Thoth tells Isis that when the barque stopped for her and Horus, the Sun stopped and darkness came over all. The darkness will not be dispelled until the barque moves again and the Sun shines again. She and Thoth realize the significance of the sun's stopping until Horus is cured: it means that if Horus dies, Ra's whole creation will be annihilated and Set, the principle of evil and the consciousness of darkness, will reign forever. Isis wishes that she were Horus herself so that she would not have to see the consequences of his death. Thoth, however, declares that the magical protection enjoyed by Horus will henceforth be equal to that of the Sun. Then, in the name of the Ra, Thoth exorcises the poison from Horus' body, saying that the boat of Ra will stand still, that there will be no food, that the temples will be closed, that misery will never depart from the world, that eternal darkness will reign, that the wells will be dry, that there will be no crops and no vegetation until Horus is cured. This powerful spell of the sun-god Ra, spoken by the moon-god Thoth, conquers the poison, and Isis and all mankind rejoice. Thoth then commends the child into their care, saying that Horus is now the responsibility of all those who live on earth.

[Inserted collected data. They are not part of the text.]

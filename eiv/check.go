package eiv

import "math"

// checkXY validates the paired values shared by every estimator.
func checkXY(x, y []float64) error {
	if len(x) != len(y) {
		return ErrLengthMismatch
	}
	if len(x) < 3 {
		return ErrTooFewPoints
	}
	// One pass: v − v is 0 exactly for finite v and NaN for ±Inf and NaN.
	y = y[:len(x)]
	var mx, my float64
	x0, constant := x[0], true
	for i := range x {
		xi, yi := x[i], y[i]
		if !(xi-xi == 0 && yi-yi == 0) {
			if !allFinite(xi) {
				return &PointError{Index: i, Field: "x", Err: ErrNonFinite}
			}
			return &PointError{Index: i, Field: "y", Err: ErrNonFinite}
		}
		if a := math.Abs(xi); a > mx {
			mx = a
		}
		if a := math.Abs(yi); a > my {
			my = a
		}
		if xi != x0 {
			constant = false
		}
	}
	if outOfRange(mx) || outOfRange(my) {
		return ErrMagnitude
	}
	if constant {
		return ErrConstantX
	}
	return nil
}

// outOfRange says whether a column with largest magnitude m has squares
// that leave double precision.
func outOfRange(m float64) bool { return m > 1e150 || (m > 0 && m < 1e-150) }

// checkSigma validates one column of standard uncertainties: finite and ≥ 0.
func checkSigma(s []float64, n int, field string) error {
	if s == nil {
		return nil
	}
	if len(s) != n {
		return ErrLengthMismatch
	}
	for i, v := range s {
		if !(v-v == 0) || v < 0 {
			if !allFinite(v) {
				return &PointError{Index: i, Field: field, Err: ErrNonFinite}
			}
			return &PointError{Index: i, Field: field, Err: ErrInvalidUncertainty}
		}
	}
	return nil
}

// checkCorrelation validates error correlations: finite and in (−1, 1).
func checkCorrelation(r []float64, n int) error {
	if r == nil {
		return nil
	}
	if len(r) != n {
		return ErrLengthMismatch
	}
	for i, v := range r {
		if !allFinite(v) {
			return &PointError{Index: i, Field: "r", Err: ErrNonFinite}
		}
		if !(v > -1 && v < 1) {
			return &PointError{Index: i, Field: "r", Err: ErrInvalidCorrelation}
		}
	}
	return nil
}

// moments are centred first and second moments of a bivariate sample,
// computed in two passes so that a large common offset costs no precision.
type moments struct {
	n        float64
	mx, my   float64 // means
	sxx, syy float64 // Σ(x−x̄)², Σ(y−ȳ)²
	sxy      float64 // Σ(x−x̄)(y−ȳ)
}

// checkedMoments validates (x, y) as checkXY does and returns their
// moments, in one pass over the data: the hot path of Deming and OLS.
func checkedMoments(x, y []float64) (moments, error) {
	if len(x) != len(y) {
		return moments{}, ErrLengthMismatch
	}
	n := len(x)
	if n < 3 {
		return moments{}, ErrTooFewPoints
	}
	y = y[:n]
	x0, y0 := x[0], y[0]
	if !(x0-x0 == 0 && y0-y0 == 0) {
		return moments{}, checkXY(x, y)
	}
	// NaN or ±Inf anywhere makes the sums non-finite, and constant x makes
	// sxx zero: both send the rare bad case to checkXY for its precise error.
	var s1, s2, sxx, syy, sxy float64
	xlo, xhi, ylo, yhi := x0, x0, y0, y0
	for i := range n {
		xi, yi := x[i], y[i]
		// Range by comparisons: predictable branches, cheaper than |v| and max.
		if xi > xhi {
			xhi = xi
		} else if xi < xlo {
			xlo = xi
		}
		if yi > yhi {
			yhi = yi
		} else if yi < ylo {
			ylo = yi
		}
		dx, dy := xi-x0, yi-y0
		s1 += dx
		s2 += dy
		sxx += dx * dx
		syy += dy * dy
		sxy += dx * dy
	}
	mx := math.Max(math.Abs(xlo), math.Abs(xhi))
	my := math.Max(math.Abs(ylo), math.Abs(yhi))
	if !(allFinite(s1, s2, sxx, syy, sxy, mx, my) && sxx > 0) || outOfRange(mx) || outOfRange(my) {
		return moments{}, checkXY(x, y)
	}
	fn := float64(n)
	ax, ay := s1/fn, s2/fn
	return moments{n: fn, mx: x0 + ax, my: y0 + ay,
		sxx: math.Max(0, sxx-s1*ax), syy: math.Max(0, syy-s2*ay), sxy: sxy - s1*ay}, nil
}

// shiftedMoments computes the same moments in one pass, from sums of the
// values less the first point (a shift that leaves the sums small unless
// the first point lies far outside the rest; the relative error of s_xx is
// then about ε·(1 + n(x̄ − x₀)²/s_xx)).
func shiftedMoments(x, y []float64) moments {
	n := len(x)
	y = y[:n]
	x0, y0 := x[0], y[0]
	var sx, sy, sxx, syy, sxy float64
	for i := range n {
		dx, dy := x[i]-x0, y[i]-y0
		sx += dx
		sy += dy
		sxx += dx * dx
		syy += dy * dy
		sxy += dx * dy
	}
	fn := float64(n)
	mx, my := sx/fn, sy/fn
	return moments{n: fn, mx: x0 + mx, my: y0 + my,
		sxx: math.Max(0, sxx-sx*mx), syy: math.Max(0, syy-sy*my), sxy: sxy - sx*my}
}

func centredMoments(x, y []float64) moments {
	n := len(x)
	var sx, sy float64
	for i := range n {
		sx += x[i]
		sy += y[i]
	}
	m := moments{n: float64(n), mx: sx / float64(n), my: sy / float64(n)}
	// Second pass: centred sums, with the first-order correction of the mean
	// (the "corrected two-pass" algorithm of Chan, Golub & LeVeque 1983).
	var cx, cy, xx, yy, xy float64
	for i := range n {
		dx := x[i] - m.mx
		dy := y[i] - m.my
		cx += dx
		cy += dy
		xx += dx * dx
		yy += dy * dy
		xy += dx * dy
	}
	m.mx += cx / m.n
	m.my += cy / m.n
	m.sxx = xx - cx*cx/m.n
	m.syy = yy - cy*cy/m.n
	m.sxy = xy - cx*cy/m.n
	return m
}

// demingSlope returns the Deming slope for error-variance ratio lambda
// (var(y error)/var(x error)) from centred sums, choosing the root formula
// that avoids cancellation. lambda = +Inf gives the OLS slope.
func demingSlope(sxx, syy, sxy, lambda float64) float64 {
	if math.IsInf(lambda, 1) {
		return sxy / sxx
	}
	d := syy - lambda*sxx
	var root float64
	if e := 4 * lambda * sxy * sxy; math.Abs(d) < 1e150 && e < 1e300 {
		root = math.Sqrt(d*d + e) // no overflow: the fast path
	} else {
		root = math.Hypot(d, 2*math.Sqrt(lambda)*sxy)
	}
	if d >= 0 {
		return (d + root) / (2 * sxy)
	}
	return 2 * lambda * sxy / (root - d)
}
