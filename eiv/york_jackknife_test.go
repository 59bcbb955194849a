package eiv_test

import (
	"fmt"
	"math"
	"testing"

	"eivfit/eiv"
)

// York's jackknife starts each refit at a slope predicted from the full
// data's sums; the refits still iterate on their own data, so each
// leave-one-out line must equal York fitted afresh (tolerance 1e-15) to
// the sample without the point. Tolerance 1e-12 relative (intercepts
// relative to |a| + |b·x̄|, the condition of ȳ − b·x̄): the refits stop at
// a relative slope change of 1e-12, and York's map contracts, so the
// slope is within a fraction of that; the jackknife SEs, formed from the
// lines' differences of about 1 % of the slope, within 1e-10.
func TestYorkJackknifePredictedStarts(t *testing.T) {
	type dcase struct {
		name string
		d    dataset
		r    bool
	}
	var cases []dcase
	for _, n := range []int{6, 10, 40, 400} {
		for _, corr := range []bool{false, true} {
			cases = append(cases, dcase{fmt.Sprintf("n=%d/corr=%v", n, corr), randomData(uint64(40+n), n, corr), corr})
		}
	}
	// One point with σ a thousandth of the others' carries most of the
	// weight: the full sums less its terms lose digits.
	dom := randomData(77, 40, false)
	dom.sx[5], dom.sy[5] = dom.sx[5]/1000, dom.sy[5]/1000
	cases = append(cases, dcase{"dominating point", dom, false})
	// Every point with the same σx, σy (and ρ), as when the uncertainties
	// are stated once for each instrument: the refits' first passes work a
	// point's weight out once for all points.
	for _, corr := range []bool{false, true} {
		eq := randomData(91, 40, corr)
		for i := range eq.sx {
			eq.sx[i], eq.sy[i], eq.r[i] = eq.sx[0], eq.sy[0], eq.r[0]
		}
		cases = append(cases, dcase{fmt.Sprintf("equal sigma/corr=%v", corr), eq, corr})
	}
	for _, c := range cases {
		t.Run(c.name, func(t *testing.T) {
			d := c.d
			var r []float64
			if c.r {
				r = d.r
			}
			f := must(t)(eiv.York(d.x, d.y, d.sx, d.sy, r, &eiv.YorkOptions{Jackknife: true}))
			if f.Jackknife == nil {
				t.Fatalf("no jackknife: %v", f.Warnings)
			}
			drop := func(v []float64, i int) []float64 {
				if v == nil {
					return nil
				}
				return append(append([]float64{}, v[:i]...), v[i+1:]...)
			}
			var xbar float64
			for _, v := range d.x {
				xbar += v / float64(len(d.x))
			}
			as, bs := make([]float64, len(d.x)), make([]float64, len(d.x))
			for i := range d.x {
				g := must(t)(eiv.York(drop(d.x, i), drop(d.y, i), drop(d.sx, i), drop(d.sy, i), drop(r, i), nil))
				as[i], bs[i] = g.Intercept.Value, g.Slope.Value
				if e := math.Abs(f.Jackknife.SlopeLOO[i]-bs[i]) / math.Abs(bs[i]); !(e <= 1e-12) {
					t.Errorf("slope without point %d: %.17g, refit %.17g (relative %.2g)", i, f.Jackknife.SlopeLOO[i], bs[i], e)
				}
				scale := math.Abs(as[i]) + math.Abs(bs[i]*xbar)
				if e := math.Abs(f.Jackknife.InterceptLOO[i]-as[i]) / scale; !(e <= 1e-12) {
					t.Errorf("intercept without point %d: %.17g, refit %.17g (relative %.2g)", i, f.Jackknife.InterceptLOO[i], as[i], e)
				}
			}
			// The jackknife SE: √((n−1)/n·Σ(θᵢ − θ̄)²) (Efron & Tibshirani 1993, eq. 11.5).
			se := func(v []float64) float64 {
				var m, ss float64
				for _, x := range v {
					m += x / float64(len(v))
				}
				for _, x := range v {
					ss += (x - m) * (x - m)
				}
				return math.Sqrt(float64(len(v)-1) / float64(len(v)) * ss)
			}
			near(t, "jackknife se(slope)", f.Jackknife.Slope.SE, se(bs), 1e-10)
			near(t, "jackknife se(intercept)", f.Jackknife.Intercept.SE, se(as), 1e-10)
		})
	}
}
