package eiv

import (
	"strings"
	"testing"
)

// TestOLSSentence: "OLS would understate the slope" only when the interval
// of the relative slope difference excludes zero (issue 18).
func TestOLSSentence(t *testing.T) {
	iv := func(v, lo, hi float64) Estimate {
		return Estimate{Value: v, CI: Interval{Lower: lo, Upper: hi, Level: 0.95, Method: "paired jackknife-t"}}
	}
	cases := []struct {
		name    string
		rel     Estimate
		want    string
		mustNot string
	}{
		{"understates, interval excludes 0", iv(-1.2, -2, -0.4), "OLS would understate the slope by 1.2 % (95 % CI 0.4 to 2 %)", "includes no difference"},
		{"overstates, interval excludes 0", iv(0.8, 0.1, 1.5), "OLS would overstate the slope by 0.8 %", "includes no difference"},
		{"interval includes 0", iv(-1.53, -3.09, 0.026), "OLS and deming differ in slope by -1.53 % (95 % CI -3.09 to 0.026 %: the interval includes no difference)", "understate"},
		{"no interval", Estimate{Value: -0.125}, "OLS and deming differ in slope by -0.125 % (no interval", "understate"},
	}
	for _, tc := range cases {
		t.Run(tc.name, func(t *testing.T) {
			c := &OLSComparison{Method: MethodDeming, SlopeRelative: tc.rel}
			s := c.sentence(0.95)
			if !strings.Contains(s, tc.want) || strings.Contains(s, tc.mustNot) {
				t.Errorf("sentence %q: want %q, not %q", s, tc.want, tc.mustNot)
			}
		})
	}
}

This legend repeats the recurring theme of a great and perfect creature who is misguided into activities that lead to its loss -- sometimes the loss is in the form of death, sometimes in banishment, sometimes in consciousness. Then, one who loves the creature gives all their being to rebirth or resurrect the lost one. This often takes the form of impregnating oneself with the seed of the lost one and giving birth to its heir. The young heir to the original creation is always in danger of being poisoned, imprisoned, or misguided by the forces that brought down the original creature. It takes enduring effort to bring the heir to age in one piece. Then, the heir overthrows the deceiver and rules forever -- the perfect creation again, one generation removed, and presumably wiser.

This theme can be found in stories of most cultures on the earth. It is the story of the children of God, who lost their way and must, through great effort and many trials, become heirs to their previous glory and destiny.

In this specific legend, Osiris is the original perfect one. Isis is the mind and will that resurrects him in the seed of the womb of her consciousness. Horus is the heir, always symbolized in the same manner as Ra because he represents the living manifestation of Ra (as did Osiris) and the heir to Ra's creation. Set represents the deceiver, the ego, the self-seeking aspect of every person. It destroys the perfect Osiris, wrestles with the struggling Isis (the mind and will) and poisons the growing Horus. But, enduring, Horus becomes the messiah that overcomes Set's influence, forever -- with a little help from heaven (in the form of Thoth/Hermes and the boat of father Ra).

HORUS, the higher mind and messiah

Because the rays or projections of consciousness from the original consciousness have penetrated many aspects of the darkness, there needs to be a new delineation. Therefore, consciousness is identified in three levels. That which is the closest to the personal self, that which bridges the personal self to the original self, and that which is in the image of the original self, the godling, the son or daughter of Ra. We use the terms conscious, subconscious, and superconscious to identify these levels of the mind.